START DATA RECORDS
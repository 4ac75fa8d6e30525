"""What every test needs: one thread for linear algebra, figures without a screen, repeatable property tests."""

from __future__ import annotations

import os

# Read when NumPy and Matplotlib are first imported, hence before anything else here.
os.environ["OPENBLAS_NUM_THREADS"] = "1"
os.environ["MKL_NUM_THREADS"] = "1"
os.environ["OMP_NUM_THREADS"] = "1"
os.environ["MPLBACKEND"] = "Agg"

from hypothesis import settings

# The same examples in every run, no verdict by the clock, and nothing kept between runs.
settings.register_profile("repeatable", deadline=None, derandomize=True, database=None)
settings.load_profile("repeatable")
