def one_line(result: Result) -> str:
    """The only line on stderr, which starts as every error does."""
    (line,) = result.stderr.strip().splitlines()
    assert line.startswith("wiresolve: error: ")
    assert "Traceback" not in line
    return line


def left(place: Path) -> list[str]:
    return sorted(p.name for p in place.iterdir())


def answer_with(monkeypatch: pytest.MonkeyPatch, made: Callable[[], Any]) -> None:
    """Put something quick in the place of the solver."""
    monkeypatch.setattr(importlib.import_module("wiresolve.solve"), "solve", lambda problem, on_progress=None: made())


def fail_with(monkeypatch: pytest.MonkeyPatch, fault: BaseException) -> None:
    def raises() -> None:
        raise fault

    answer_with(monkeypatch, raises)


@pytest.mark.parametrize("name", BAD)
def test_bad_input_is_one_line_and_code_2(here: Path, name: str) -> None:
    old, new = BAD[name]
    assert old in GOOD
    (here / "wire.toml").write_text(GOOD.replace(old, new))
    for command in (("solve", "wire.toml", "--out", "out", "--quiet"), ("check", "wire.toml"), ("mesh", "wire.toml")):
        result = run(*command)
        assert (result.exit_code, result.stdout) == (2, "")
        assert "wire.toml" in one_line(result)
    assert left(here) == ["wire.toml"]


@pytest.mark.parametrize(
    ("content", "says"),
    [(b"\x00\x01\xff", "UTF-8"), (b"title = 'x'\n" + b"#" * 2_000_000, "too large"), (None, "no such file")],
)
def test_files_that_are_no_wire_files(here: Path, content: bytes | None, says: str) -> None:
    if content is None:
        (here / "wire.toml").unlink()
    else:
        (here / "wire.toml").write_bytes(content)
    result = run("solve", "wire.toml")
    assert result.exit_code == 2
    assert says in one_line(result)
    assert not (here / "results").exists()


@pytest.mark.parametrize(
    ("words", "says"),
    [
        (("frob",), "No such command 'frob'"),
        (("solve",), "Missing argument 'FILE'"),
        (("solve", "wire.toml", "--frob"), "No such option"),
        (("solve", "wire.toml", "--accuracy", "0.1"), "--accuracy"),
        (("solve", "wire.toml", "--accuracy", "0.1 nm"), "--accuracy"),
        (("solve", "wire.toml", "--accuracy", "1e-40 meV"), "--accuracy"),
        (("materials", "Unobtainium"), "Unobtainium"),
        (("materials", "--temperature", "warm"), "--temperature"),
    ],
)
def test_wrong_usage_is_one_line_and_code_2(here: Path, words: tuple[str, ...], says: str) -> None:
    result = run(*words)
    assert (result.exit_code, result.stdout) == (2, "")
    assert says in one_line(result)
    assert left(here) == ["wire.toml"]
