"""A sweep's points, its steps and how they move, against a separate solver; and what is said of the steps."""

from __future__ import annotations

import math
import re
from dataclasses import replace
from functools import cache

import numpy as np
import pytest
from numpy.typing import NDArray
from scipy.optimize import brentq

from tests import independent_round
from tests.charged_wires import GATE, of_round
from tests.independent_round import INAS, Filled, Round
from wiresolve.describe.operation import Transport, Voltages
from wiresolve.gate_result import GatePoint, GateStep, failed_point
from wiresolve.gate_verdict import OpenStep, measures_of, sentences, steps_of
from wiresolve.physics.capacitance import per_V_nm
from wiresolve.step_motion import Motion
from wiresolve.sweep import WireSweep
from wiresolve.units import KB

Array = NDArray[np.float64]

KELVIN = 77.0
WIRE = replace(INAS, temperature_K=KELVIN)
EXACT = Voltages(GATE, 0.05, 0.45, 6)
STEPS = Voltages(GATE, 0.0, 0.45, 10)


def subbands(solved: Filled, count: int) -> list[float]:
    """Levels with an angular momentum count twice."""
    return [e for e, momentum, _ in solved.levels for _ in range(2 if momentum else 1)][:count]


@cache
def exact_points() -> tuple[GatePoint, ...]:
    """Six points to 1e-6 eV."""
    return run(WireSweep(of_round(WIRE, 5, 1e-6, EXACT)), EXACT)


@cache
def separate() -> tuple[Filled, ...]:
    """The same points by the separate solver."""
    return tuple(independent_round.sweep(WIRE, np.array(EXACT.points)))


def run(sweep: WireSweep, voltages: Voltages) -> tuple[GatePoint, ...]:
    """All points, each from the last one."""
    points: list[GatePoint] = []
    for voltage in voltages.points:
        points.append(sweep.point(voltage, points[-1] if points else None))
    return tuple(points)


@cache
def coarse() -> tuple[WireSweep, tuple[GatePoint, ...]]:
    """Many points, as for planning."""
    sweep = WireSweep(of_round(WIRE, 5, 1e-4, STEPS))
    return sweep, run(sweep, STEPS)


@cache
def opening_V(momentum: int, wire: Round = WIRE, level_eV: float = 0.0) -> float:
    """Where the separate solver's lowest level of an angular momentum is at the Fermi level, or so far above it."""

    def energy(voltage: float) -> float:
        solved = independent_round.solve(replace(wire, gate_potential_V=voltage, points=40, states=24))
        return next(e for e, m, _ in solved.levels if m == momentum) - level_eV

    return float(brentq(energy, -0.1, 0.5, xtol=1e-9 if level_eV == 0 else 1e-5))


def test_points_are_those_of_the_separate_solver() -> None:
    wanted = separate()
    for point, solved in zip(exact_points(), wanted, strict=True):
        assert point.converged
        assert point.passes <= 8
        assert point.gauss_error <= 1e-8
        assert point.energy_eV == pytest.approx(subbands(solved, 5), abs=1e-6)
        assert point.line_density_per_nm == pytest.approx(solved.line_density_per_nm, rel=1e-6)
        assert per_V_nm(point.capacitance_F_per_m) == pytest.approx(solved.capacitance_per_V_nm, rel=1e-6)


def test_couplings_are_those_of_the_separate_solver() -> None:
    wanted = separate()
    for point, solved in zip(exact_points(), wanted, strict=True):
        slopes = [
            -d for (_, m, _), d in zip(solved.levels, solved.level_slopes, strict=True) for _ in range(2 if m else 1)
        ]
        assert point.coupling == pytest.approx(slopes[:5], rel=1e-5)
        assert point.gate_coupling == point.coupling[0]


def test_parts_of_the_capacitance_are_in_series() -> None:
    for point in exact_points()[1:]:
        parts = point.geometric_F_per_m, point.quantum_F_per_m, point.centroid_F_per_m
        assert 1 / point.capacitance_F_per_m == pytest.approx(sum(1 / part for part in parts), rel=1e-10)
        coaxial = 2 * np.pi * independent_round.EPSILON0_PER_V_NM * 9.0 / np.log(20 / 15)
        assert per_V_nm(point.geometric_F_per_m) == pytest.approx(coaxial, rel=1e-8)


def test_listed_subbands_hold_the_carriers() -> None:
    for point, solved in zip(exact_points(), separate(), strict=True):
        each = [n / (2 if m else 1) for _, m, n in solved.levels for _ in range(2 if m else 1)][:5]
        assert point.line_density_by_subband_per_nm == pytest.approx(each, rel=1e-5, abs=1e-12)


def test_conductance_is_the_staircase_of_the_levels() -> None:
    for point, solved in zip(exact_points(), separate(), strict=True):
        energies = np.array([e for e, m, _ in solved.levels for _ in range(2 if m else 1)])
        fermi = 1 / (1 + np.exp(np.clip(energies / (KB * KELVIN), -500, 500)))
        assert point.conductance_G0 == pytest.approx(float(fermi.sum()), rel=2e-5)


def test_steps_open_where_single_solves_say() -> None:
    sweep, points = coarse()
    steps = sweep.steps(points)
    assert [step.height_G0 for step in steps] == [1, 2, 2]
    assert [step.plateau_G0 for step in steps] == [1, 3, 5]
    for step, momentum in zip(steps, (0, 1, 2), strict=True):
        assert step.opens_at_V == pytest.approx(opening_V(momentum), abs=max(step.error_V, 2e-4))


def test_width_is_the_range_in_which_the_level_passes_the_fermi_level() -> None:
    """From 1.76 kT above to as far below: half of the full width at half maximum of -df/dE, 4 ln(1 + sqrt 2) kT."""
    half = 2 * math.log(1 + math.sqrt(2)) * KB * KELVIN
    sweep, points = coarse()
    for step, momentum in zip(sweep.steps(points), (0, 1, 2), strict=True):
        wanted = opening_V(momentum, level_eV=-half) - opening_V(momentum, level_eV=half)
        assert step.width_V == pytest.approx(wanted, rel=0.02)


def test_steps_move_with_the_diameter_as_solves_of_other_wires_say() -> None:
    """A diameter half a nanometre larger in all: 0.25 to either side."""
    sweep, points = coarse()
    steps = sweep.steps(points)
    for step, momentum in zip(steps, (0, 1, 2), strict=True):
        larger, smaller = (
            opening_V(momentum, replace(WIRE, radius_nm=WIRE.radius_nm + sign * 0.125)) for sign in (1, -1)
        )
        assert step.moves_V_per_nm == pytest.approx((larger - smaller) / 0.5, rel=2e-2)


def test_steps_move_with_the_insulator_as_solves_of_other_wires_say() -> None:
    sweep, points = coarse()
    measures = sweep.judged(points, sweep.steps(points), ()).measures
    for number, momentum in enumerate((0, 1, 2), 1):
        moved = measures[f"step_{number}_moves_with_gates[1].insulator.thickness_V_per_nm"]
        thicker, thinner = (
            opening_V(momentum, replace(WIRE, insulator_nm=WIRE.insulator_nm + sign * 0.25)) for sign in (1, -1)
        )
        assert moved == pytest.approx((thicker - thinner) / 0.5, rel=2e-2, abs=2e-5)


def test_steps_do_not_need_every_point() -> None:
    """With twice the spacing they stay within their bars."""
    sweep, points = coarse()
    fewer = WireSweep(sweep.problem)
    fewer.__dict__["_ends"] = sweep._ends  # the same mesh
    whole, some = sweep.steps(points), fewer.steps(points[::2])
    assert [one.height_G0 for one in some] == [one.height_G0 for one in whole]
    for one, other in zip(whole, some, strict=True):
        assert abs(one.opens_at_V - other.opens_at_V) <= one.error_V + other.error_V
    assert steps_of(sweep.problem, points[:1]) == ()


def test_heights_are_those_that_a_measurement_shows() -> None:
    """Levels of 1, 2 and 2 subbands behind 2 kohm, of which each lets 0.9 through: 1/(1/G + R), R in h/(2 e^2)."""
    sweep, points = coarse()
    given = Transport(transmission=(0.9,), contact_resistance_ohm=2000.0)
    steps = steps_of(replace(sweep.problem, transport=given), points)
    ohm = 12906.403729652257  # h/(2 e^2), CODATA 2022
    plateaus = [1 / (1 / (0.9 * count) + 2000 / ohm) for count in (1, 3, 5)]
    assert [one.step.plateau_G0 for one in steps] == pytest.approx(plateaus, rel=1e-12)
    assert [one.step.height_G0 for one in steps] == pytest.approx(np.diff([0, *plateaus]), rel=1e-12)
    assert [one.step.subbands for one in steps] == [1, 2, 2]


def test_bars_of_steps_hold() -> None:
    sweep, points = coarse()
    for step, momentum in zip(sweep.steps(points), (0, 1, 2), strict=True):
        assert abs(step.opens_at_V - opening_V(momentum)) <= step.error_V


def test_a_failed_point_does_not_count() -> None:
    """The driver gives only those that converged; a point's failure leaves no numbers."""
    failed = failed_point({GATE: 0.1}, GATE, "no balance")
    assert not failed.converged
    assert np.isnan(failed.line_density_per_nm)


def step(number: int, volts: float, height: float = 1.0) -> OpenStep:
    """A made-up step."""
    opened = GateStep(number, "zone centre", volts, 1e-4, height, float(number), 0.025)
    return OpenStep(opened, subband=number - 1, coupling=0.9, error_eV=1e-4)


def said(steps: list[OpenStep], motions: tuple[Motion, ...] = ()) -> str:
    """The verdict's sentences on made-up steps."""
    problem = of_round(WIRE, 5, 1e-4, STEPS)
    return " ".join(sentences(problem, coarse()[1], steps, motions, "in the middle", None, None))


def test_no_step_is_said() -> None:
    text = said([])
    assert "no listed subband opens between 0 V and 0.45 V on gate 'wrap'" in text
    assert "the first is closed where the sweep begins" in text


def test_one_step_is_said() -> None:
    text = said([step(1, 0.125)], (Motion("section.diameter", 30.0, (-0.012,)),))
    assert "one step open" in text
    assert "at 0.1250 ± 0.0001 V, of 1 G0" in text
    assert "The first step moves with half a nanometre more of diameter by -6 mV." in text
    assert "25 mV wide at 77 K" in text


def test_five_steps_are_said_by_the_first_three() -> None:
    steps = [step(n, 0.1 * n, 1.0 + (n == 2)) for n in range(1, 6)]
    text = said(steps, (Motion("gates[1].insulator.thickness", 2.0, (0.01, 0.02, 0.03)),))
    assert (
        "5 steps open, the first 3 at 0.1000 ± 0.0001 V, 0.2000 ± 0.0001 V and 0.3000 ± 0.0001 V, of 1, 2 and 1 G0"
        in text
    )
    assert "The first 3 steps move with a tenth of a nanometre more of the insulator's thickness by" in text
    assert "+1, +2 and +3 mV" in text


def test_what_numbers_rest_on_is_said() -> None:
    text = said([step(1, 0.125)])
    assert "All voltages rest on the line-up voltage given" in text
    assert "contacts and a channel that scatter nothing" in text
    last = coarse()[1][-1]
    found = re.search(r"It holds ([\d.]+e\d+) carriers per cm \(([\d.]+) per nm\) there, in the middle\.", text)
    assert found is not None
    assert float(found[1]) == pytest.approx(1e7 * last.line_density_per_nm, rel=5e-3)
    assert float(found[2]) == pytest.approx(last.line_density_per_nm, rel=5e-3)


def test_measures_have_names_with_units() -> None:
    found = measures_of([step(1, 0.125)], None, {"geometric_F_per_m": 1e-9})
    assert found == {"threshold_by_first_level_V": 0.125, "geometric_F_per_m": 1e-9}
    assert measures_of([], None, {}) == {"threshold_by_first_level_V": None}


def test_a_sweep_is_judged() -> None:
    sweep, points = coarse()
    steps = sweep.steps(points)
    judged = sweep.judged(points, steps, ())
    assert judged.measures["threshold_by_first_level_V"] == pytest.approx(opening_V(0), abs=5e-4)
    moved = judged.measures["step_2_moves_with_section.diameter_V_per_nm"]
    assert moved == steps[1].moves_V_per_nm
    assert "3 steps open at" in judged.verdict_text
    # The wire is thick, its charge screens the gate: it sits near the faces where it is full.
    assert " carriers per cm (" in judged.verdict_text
END DATA RECORDS
WHAT THE EXERCISE ASKS: There is a run of lines above from the one with "made: Callable[[], Any])" to the one with "answer_with(monkeypatch, raises)"; print exactly that run, both ends included, and nothing else.

WRITTEN REPLY:
def answer_with(monkeypatch: pytest.MonkeyPatch, made: Callable[[], Any]) -> None:
    """Put something quick in the place of the solver."""
    monkeypatch.setattr(importlib.import_module("wiresolve.solve"), "solve", lambda problem, on_progress=None: made())


def fail_with(monkeypatch: pytest.MonkeyPatch, fault: BaseException) -> None:
    def raises() -> None:
        raise fault

    answer_with(monkeypatch, raises)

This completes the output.